(Stored data)
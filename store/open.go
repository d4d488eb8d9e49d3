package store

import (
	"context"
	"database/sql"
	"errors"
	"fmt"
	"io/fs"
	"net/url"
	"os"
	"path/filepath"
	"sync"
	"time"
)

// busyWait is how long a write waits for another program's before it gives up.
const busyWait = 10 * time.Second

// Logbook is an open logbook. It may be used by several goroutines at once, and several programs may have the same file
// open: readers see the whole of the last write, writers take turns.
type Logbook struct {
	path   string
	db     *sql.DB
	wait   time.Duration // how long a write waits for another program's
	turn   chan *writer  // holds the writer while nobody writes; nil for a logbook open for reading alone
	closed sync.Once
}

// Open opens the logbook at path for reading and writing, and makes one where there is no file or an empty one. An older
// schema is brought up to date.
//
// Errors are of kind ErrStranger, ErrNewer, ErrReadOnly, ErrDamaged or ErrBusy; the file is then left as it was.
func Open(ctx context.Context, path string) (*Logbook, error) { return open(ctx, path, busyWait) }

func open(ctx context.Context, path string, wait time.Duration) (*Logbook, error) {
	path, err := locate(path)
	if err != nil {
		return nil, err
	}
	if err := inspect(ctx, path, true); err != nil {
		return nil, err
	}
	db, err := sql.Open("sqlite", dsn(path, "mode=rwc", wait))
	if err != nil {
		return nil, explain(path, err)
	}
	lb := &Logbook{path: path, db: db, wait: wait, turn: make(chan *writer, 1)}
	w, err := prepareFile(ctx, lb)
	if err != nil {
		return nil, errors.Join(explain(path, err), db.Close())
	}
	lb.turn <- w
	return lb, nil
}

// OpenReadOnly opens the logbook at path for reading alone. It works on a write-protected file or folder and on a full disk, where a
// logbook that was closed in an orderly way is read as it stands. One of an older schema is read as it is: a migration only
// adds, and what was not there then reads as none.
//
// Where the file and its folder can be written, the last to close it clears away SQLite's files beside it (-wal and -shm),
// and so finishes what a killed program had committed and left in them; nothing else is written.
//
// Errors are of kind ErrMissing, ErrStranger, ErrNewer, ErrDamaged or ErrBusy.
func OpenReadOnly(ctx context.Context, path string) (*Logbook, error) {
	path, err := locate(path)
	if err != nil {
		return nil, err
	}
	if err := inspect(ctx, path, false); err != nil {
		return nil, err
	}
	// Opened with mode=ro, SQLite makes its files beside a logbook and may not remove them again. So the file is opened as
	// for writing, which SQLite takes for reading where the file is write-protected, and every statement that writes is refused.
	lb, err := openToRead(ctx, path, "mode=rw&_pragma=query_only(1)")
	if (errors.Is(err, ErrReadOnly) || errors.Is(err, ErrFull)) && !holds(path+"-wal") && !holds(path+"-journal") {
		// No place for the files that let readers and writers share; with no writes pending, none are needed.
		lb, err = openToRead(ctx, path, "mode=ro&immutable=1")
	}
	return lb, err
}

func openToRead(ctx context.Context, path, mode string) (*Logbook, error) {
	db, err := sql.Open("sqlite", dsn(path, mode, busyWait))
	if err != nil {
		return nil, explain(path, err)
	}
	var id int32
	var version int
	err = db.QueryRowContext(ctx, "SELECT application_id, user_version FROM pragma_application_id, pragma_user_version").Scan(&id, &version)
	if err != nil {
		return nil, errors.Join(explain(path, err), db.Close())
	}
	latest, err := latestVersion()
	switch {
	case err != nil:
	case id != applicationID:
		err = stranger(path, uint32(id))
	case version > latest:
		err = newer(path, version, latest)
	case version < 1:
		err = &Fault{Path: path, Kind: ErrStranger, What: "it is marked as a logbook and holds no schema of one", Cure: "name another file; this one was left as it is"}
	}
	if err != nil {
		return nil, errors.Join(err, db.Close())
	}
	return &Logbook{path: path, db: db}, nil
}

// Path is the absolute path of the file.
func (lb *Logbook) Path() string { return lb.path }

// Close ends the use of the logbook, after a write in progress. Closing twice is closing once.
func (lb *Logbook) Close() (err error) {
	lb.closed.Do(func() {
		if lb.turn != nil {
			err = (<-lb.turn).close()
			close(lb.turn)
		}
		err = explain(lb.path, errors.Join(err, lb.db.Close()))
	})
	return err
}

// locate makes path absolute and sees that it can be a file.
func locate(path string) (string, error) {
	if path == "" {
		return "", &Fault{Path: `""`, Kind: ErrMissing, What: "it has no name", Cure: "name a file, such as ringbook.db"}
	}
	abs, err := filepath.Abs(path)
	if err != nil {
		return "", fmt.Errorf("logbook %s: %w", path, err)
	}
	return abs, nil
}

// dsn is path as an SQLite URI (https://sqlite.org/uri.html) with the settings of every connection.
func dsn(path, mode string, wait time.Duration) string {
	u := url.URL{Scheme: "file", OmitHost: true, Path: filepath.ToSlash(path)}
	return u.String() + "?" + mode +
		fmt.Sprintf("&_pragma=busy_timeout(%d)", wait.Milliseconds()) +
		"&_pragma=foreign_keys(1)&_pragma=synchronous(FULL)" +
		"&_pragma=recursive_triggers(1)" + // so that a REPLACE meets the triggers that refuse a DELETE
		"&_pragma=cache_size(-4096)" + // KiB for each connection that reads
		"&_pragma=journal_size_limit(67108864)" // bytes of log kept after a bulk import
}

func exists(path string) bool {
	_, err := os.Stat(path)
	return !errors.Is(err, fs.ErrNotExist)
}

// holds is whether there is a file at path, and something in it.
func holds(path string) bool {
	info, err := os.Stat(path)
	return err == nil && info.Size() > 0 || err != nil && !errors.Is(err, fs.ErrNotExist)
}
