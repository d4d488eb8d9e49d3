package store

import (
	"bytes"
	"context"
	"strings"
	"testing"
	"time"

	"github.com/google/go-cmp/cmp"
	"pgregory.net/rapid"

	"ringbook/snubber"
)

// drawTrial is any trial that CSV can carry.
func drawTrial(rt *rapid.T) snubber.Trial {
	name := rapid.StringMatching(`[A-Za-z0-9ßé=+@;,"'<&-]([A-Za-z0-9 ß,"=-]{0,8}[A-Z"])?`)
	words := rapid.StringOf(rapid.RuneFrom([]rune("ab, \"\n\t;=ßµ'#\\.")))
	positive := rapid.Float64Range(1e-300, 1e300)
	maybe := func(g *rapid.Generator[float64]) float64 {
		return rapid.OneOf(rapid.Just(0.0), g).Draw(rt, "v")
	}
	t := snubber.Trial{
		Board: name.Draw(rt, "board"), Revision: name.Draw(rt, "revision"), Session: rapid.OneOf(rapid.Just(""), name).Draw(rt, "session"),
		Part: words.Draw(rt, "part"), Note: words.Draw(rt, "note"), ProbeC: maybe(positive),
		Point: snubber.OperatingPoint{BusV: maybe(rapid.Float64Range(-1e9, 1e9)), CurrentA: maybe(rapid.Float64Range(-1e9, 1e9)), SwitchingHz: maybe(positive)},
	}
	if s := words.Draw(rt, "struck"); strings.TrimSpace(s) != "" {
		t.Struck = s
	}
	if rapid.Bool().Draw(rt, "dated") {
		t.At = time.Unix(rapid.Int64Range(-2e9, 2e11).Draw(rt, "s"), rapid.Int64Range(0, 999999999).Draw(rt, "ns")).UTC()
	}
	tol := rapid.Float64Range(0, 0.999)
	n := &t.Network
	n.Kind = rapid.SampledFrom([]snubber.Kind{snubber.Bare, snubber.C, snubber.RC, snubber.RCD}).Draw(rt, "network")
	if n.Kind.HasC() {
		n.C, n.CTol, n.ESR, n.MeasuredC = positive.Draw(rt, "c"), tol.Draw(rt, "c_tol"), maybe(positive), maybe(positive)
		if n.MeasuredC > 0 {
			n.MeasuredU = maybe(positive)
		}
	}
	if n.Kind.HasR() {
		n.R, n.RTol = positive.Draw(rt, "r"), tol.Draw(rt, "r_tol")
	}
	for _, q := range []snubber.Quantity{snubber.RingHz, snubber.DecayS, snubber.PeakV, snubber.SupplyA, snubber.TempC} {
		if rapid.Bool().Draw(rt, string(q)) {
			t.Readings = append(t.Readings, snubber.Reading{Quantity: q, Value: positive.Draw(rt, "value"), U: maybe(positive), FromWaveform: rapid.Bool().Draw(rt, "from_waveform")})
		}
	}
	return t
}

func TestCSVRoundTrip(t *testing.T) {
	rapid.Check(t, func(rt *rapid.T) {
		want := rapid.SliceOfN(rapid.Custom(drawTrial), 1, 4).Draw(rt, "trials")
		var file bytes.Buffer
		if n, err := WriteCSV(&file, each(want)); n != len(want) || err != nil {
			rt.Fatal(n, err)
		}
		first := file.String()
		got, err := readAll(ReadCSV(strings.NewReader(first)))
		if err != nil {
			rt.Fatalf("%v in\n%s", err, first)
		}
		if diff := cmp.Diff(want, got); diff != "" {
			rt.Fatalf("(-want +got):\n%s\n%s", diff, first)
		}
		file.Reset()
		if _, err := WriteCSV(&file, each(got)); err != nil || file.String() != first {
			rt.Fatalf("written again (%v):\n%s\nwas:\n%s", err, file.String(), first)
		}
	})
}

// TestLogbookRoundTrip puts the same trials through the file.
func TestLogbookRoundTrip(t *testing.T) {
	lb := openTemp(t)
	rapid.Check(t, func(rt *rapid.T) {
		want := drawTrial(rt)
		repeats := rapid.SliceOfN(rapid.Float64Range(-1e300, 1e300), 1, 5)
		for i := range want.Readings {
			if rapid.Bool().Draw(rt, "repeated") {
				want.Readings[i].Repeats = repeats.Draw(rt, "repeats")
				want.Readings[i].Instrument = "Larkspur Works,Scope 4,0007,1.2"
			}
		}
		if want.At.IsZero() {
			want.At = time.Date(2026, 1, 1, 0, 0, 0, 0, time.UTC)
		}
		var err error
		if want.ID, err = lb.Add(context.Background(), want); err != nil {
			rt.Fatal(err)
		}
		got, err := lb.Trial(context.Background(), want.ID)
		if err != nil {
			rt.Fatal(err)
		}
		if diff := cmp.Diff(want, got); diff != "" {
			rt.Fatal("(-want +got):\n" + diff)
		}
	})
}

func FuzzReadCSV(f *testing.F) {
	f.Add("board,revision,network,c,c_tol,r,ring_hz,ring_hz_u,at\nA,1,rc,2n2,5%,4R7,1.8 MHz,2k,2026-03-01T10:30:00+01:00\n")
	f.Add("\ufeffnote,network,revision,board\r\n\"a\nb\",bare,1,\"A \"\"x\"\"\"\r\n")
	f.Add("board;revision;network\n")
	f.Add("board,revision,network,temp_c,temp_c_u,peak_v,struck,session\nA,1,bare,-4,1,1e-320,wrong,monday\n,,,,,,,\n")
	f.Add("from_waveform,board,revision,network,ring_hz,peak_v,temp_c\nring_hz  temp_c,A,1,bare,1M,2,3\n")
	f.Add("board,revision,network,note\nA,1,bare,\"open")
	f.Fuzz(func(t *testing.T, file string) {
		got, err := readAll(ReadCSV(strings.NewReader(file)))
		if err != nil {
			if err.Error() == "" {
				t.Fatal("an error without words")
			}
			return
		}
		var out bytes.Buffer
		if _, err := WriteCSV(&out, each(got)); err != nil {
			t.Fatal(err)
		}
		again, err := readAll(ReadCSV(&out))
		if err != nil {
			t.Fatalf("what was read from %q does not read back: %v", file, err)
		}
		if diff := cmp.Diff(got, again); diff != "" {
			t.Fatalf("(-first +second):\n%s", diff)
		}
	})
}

### [Required action]
Copy each line above containing the string "every".

### [Response for this exercise]
	// for writing, which SQLite takes for reading where the file is write-protected, and every statement that writes is refused.
// dsn is path as an SQLite URI (https://sqlite.org/uri.html) with the settings of every connection.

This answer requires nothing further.